Passengers wait to board Rea Vaya, Johannesburg’s advanced bus system. Photo by African Goals.
Last year, I spoke at the 2nd Congress and Exhibition of African Public Transport in Johannesburg. For me, this was a perfect, much-awaited opportunity to experience Rea Vaya. Rea Vaya (which means We are Going) is Johannesburg’s advanced bus system launched in 2009. It holds the distinction of being the first example of an integrated transport system in Africa.
Rea Vaya’s network extends far beyond main trunk routes. Feeder buses operate in outer areas, transporting many residents into the city. Complementary buses ferry people between corridors. With Rea Vaya’s hi-tech Intelligent Transportation System (ITS), the service attracts several thousands of passengers on a daily basis.

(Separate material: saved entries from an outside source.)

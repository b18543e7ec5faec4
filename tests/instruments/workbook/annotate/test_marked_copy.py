"""A marked copy of workbooks of many shapes: marked where it should be, and the same everywhere else."""

import shutil
import subprocess
from collections.abc import Callable
from pathlib import Path

import openpyxl
import pytest

from config import bootstrap
from instruments.workbook.annotate.marked_copy import MarkedCopy, write_marked_copy
from instruments.workbook.reader import read_file
from tests.instruments.workbook.annotate.shapes import (
    BUSY_MARKS,
    BY_HAND,
    BY_OPENPYXL,
    MARKS,
    assert_in_order,
    assert_marked,
    assert_untouched,
    mark,
)

Convert = Callable[[list[Path], Path], None]

LISTS = sorted((bootstrap.ROOT / "fixtures").glob("*/*.xlsx"))


@pytest.mark.parametrize("shape", BY_HAND)
def test_by_hand(shape: str, tmp_path: Path) -> None:
    before, after = tmp_path / "before.xlsx", tmp_path / "after.xlsx"
    before.write_bytes(BY_HAND[shape]())
    assert write_marked_copy(before, after, {"Sheet1": MARKS}, author="Ferrule") == MarkedCopy(cells=8, sheets=1)
    assert_untouched(before, after)
    assert_in_order(after)
    if shape not in ("UTF-16", "strict"):  # which openpyxl cannot read at all
        assert_marked(before, after, {"Sheet1": MARKS})


@pytest.mark.parametrize("shape", BY_OPENPYXL)
def test_by_openpyxl(shape: str, tmp_path: Path) -> None:
    before, after = tmp_path / "before.xlsm", tmp_path / "after.xlsm"
    before.write_bytes(BY_OPENPYXL[shape]())
    assert write_marked_copy(before, after, BUSY_MARKS, author="Ferrule") == MarkedCopy(cells=9, sheets=2)
    assert_untouched(before, after)
    assert_in_order(after)
    assert_marked(before, after, BUSY_MARKS, moved={(42, 2): (41, 0)})


@pytest.mark.parametrize("path", LISTS, ids=lambda path: path.stem)
def test_lists(path: Path, tmp_path: Path) -> None:
    after = tmp_path / path.name
    marks = {
        sheet.name: {
            (row, column): mark() for row in range(0, len(sheet.rows), 7) for column in range(0, sheet.width, 3)
        }
        for sheet in read_file(path)
    }
    found = write_marked_copy(path, after, marks, author="Ferrule")
    assert found.unmarked == ()
    assert_untouched(path, after)
    assert_in_order(after)


@pytest.fixture(scope="module")
def convert(tool: Callable[[str, str], str], tmp_path_factory: pytest.TempPathFactory) -> Convert:
    """Open workbooks with LibreOffice and save them again under another folder."""
    program = tool("soffice", "libreoffice-calc")
    profile = tmp_path_factory.mktemp("profile").as_uri()

    def run(paths: list[Path], folder: Path) -> None:
        command = [program, f"-env:UserInstallation={profile}", "--headless", "--convert-to", "xlsx", "--outdir"]
        done = subprocess.run([*command, str(folder), *map(str, paths)], capture_output=True, text=True, check=False)
        assert done.returncode == 0, done.stdout + done.stderr

    return run


def comments_of(path: Path) -> dict[tuple[str, str], str]:
    book = openpyxl.load_workbook(path)
    return {
        (sheet.title, cell.coordinate): cell.comment.text
        for sheet in book.worksheets
        for row in sheet.iter_rows()
        for cell in row
        if cell.comment
    }


def test_opens_in_another_program(convert: Convert, tmp_path: Path) -> None:
    """Every shape, marked and saved again by LibreOffice, has the values that the list has there, and our comments."""
    folder = tmp_path / "before"
    folder.mkdir()
    marked = {}
    for number, (shape, make) in enumerate((BY_HAND | BY_OPENPYXL).items()):
        path = folder / f"{number}.xlsx"
        path.write_bytes(make())
        marks = BUSY_MARKS if shape in BY_OPENPYXL else {"Sheet1": MARKS}
        marked[path.name] = shape, marks
        write_marked_copy(path, tmp_path / path.name, marks, author="Ferrule")
    for path in LISTS:
        shutil.copy(path, folder)
        marks = {
            sheet.name: {(row, column): mark() for row in range(3, 30, 5) for column in (0, 2)}
            for sheet in read_file(path)
            if sheet.visible
        }
        marked[path.name] = path.stem, marks
        write_marked_copy(path, tmp_path / path.name, marks, author="Ferrule")
    convert([folder / name for name in marked], tmp_path / "old")
    convert([tmp_path / name for name in marked], tmp_path / "new")
    for name, (shape, marks) in marked.items():
        old, new = read_file(tmp_path / "old" / name), read_file(tmp_path / "new" / name)
        for before, after in zip(old, new, strict=True):
            width, height = before.width, len(before.rows)
            assert [row[:width] for row in after.rows[:height]] == before.rows, shape
            assert (after.name, after.merged, after.shapes) == (before.name, before.merged, before.shapes), shape
        assert set(comments_of(tmp_path / "new" / name)) >= set(comments_of(tmp_path / name)) - MERGED, shape
        assert len(comments_of(tmp_path / "new" / name)) >= sum(map(len, marks.values())) - 1, shape


MERGED = {("Sheet1", "F1")}


def test_a_workbook_by_another_program(convert: Convert, tmp_path: Path) -> None:
    """What LibreOffice itself has written, comments of the user's among it, marked."""
    before, after = tmp_path / "other" / "busy.xlsx", tmp_path / "after.xlsx"
    (tmp_path / "busy.xlsx").write_bytes(BY_OPENPYXL["commented"]())
    convert([tmp_path / "busy.xlsx"], tmp_path / "other")
    assert write_marked_copy(before, after, BUSY_MARKS, author="Ferrule") == MarkedCopy(cells=9, sheets=2)
    assert_untouched(before, after)
    assert_in_order(after)
    assert_marked(before, after, BUSY_MARKS, moved={(42, 2): (41, 0)})
    convert([after], tmp_path / "again")
    said = comments_of(tmp_path / "again" / "after.xlsx")
    assert said["Index & <list>", "A3"].startswith("Ask the vendor\nabout this")
    assert "beneath what stands there" in said["Index & <list>", "A3"]
    assert said["Index & <list>", "A5"] == "as built"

On one of the many days I rode Rea Vaya, my bus was in an accident. Heavy rain, high speeds, and a long road with a sharp, blind turn almost led to a head-on collision with an approaching bus. Our bus driver, with great presence of mind, took a sharp left turn, converting a potentially fatal accident into a minor one. No one was hurt, although passengers were shaken. Within 10 minutes, an ambulance and emergency response team arrived on the scene. What’s more, another bus arrived within 15 minutes to transport conference delegates and other passengers onward in their journeys. The Rea Vaya operating authority deserves a mention for its quick and efficient emergency handling.
Incidents like these highlight the importance of road safety in public transport projects. In urban areas, roads are often designed for motorized vehicles, ignoring the needs of pedestrians and cyclists. Footpaths, crossings, and bicycle lanes are not given priority. People are forced to cross roads haphazardly – bicyclists have no option but to use the edge of the road, which is also a space used by heavy trucks and buses. The inherently risky behaviors of pedestrians and cyclists – born out of necessity and lack of choice – often lead to major and fatal accidents. Statistics indicate that globally 1.3 million people die in road accidents every year. The problem is only going to increase unless we address this urgent issue.
Rea Vaya’s example shows some of the measures that can prevent such accidents. Curved lanes in a BRT road can be widened – advance warning and dividers between curved sections help drivers to make safe decisions. Other safety tools, like rumble strips, crash barriers, better lighting and driver training can only be developed and contextualized after a detailed road safety audit of the BRT corridor. EMBARQ has gained significant expertise in conducting road safety audits on a number of BRT systems in India and across the world. Through close collaboration with governments and administrative bodies, EMBARQ has developed road safety design guidelines for the bus system, which address mobility and accessibility on bus corridors through the primary viewpoint of safety.
It is universally accepted that BRTs are a safe, cost-effective and environmentally sustainable form of public transport, primarily because a central BRT lane places buses away from the paths of other vehicles, pedestrians and bicyclists. BRT systems also necessitate changes in road infrastructure with an emphasis on passenger safety – such as refuge islands and shorter pedestrian crossings. A BRT project, if done right, can significantly reduce road accidents. Rea Vaya is not only a standout as the first BRT system in Africa. It is a stellar example of continued efforts to improve road safety for all road users.